(Collected data entries)
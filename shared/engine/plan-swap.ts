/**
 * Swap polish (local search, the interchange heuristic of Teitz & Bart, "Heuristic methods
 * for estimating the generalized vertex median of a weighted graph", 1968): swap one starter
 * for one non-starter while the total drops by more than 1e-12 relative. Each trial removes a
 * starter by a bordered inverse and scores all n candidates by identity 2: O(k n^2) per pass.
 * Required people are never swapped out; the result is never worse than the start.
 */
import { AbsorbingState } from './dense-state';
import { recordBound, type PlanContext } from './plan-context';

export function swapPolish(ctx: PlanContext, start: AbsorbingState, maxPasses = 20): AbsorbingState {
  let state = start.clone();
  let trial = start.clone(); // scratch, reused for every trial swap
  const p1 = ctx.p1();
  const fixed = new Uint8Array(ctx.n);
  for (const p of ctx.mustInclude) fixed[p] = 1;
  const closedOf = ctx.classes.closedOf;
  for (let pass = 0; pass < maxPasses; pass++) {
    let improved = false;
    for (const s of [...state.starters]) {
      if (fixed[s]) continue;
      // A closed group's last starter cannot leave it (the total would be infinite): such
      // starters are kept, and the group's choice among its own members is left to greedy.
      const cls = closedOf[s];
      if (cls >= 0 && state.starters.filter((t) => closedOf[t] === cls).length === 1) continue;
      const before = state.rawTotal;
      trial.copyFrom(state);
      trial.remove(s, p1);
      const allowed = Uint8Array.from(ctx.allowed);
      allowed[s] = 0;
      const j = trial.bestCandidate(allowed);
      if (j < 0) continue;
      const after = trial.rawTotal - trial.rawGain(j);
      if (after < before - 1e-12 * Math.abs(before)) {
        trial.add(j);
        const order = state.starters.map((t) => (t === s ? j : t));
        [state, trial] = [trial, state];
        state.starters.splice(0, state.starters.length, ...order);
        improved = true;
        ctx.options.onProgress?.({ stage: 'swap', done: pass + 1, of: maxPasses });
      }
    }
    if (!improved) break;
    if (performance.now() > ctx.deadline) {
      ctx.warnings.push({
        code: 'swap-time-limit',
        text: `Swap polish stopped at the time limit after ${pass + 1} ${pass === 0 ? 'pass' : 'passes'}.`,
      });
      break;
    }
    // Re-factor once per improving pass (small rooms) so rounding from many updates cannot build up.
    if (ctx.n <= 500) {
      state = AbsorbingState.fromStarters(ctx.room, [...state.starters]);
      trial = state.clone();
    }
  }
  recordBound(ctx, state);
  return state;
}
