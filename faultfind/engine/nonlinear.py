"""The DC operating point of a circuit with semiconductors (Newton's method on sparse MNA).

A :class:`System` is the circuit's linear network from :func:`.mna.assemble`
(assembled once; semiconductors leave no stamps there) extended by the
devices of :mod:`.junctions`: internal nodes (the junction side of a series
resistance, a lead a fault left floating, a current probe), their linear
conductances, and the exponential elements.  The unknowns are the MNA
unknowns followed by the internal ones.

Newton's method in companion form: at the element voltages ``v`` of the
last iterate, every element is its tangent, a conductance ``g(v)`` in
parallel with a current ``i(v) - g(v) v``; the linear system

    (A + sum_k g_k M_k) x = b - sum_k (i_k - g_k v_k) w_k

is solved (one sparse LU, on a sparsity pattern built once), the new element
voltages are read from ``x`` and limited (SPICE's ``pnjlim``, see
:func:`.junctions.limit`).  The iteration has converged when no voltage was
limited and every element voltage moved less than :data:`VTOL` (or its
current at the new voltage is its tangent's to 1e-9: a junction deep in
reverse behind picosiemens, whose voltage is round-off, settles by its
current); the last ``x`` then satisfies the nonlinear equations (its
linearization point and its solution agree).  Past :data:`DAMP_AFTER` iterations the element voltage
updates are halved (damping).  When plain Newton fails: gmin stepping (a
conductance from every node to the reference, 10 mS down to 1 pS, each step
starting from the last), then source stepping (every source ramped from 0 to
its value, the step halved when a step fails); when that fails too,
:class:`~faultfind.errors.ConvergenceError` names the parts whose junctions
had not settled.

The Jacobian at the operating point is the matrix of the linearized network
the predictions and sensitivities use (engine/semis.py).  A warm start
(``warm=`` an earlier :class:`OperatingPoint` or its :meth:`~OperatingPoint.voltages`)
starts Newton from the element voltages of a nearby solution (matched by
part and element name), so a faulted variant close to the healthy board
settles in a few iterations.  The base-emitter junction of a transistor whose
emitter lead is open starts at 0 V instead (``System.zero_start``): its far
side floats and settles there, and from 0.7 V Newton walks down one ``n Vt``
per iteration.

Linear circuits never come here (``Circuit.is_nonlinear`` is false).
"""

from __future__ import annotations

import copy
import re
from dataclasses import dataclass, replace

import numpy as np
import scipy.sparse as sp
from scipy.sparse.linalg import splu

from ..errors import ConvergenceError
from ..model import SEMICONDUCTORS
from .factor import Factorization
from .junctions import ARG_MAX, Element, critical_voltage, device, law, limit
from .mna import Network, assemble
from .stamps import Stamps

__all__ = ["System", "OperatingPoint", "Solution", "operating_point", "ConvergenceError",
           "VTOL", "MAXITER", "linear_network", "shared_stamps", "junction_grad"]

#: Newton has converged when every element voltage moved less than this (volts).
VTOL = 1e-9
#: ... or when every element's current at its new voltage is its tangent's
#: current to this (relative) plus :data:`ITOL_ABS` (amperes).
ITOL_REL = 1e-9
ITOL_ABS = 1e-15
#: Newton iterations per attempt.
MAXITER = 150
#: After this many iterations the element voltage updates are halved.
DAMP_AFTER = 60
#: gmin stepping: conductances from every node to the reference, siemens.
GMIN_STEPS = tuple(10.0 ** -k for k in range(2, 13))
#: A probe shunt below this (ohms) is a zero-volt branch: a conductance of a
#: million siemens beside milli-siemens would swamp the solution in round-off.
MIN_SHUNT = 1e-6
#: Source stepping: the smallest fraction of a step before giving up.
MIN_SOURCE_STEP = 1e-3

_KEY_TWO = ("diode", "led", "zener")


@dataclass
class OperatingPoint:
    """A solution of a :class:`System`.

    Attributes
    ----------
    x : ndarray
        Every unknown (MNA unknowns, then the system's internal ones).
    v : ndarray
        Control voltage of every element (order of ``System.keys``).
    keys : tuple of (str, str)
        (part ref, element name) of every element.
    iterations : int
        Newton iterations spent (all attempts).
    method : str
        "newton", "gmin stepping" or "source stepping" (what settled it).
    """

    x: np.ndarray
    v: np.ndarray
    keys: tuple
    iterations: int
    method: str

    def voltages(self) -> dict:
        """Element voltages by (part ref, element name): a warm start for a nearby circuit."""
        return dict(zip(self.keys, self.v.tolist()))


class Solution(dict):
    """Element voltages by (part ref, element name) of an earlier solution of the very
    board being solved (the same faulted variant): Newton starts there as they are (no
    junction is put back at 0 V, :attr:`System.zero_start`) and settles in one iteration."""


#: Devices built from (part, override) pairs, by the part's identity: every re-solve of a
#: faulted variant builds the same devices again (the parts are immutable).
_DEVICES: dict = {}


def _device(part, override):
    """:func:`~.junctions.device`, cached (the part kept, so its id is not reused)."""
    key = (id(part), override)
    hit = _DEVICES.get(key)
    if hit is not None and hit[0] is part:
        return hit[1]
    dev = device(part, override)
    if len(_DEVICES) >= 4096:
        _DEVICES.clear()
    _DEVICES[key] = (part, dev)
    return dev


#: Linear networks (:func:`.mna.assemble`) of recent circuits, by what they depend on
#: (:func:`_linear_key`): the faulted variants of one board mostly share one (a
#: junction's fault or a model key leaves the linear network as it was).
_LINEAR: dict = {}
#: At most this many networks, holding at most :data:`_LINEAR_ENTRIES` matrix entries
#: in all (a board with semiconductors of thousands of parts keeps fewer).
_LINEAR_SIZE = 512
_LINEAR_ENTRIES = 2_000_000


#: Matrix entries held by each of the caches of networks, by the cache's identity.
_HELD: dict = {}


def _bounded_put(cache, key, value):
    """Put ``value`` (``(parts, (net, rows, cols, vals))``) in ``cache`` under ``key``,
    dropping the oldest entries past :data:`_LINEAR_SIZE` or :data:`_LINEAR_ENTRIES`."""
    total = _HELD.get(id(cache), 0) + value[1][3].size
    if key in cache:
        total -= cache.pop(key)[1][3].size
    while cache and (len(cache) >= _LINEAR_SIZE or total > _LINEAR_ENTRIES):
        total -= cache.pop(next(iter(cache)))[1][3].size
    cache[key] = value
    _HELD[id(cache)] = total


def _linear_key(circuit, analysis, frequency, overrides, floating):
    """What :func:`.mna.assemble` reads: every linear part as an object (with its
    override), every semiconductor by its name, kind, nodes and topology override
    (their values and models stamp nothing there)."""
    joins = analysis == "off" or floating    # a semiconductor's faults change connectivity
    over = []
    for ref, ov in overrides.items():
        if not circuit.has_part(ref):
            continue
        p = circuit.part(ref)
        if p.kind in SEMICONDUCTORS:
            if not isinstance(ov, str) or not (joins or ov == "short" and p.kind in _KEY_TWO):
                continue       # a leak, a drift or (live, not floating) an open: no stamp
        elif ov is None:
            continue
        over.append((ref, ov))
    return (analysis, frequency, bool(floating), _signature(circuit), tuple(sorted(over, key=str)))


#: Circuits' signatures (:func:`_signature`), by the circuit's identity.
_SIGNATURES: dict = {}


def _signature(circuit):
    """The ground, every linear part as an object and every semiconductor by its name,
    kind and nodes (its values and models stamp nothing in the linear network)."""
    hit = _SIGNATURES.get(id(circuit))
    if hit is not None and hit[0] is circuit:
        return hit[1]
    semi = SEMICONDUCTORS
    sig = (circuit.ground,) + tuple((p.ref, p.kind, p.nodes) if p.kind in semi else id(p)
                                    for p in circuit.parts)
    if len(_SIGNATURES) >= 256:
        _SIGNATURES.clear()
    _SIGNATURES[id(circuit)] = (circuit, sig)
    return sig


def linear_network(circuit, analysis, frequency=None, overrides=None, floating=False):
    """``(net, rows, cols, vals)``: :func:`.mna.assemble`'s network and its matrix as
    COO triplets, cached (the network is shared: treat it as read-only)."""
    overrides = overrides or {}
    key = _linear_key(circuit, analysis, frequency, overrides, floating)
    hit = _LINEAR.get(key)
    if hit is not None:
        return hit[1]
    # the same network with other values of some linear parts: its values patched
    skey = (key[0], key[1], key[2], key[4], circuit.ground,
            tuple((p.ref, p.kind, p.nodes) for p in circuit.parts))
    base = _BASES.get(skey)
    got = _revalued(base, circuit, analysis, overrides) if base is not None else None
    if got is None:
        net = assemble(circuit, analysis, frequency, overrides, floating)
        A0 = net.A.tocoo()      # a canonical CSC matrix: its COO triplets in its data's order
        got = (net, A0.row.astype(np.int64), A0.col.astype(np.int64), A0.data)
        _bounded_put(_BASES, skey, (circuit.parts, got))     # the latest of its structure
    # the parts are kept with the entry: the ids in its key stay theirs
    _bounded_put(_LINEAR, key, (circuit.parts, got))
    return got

◆ TASK TO CARRY OUT ◆
Whenever a line of the data holds the string "less", pick that line out.

◆ RESPONSE ◆
limited and every element voltage moved less than :data:`VTOL` (or its
#: Newton has converged when every element voltage moved less than this (volts).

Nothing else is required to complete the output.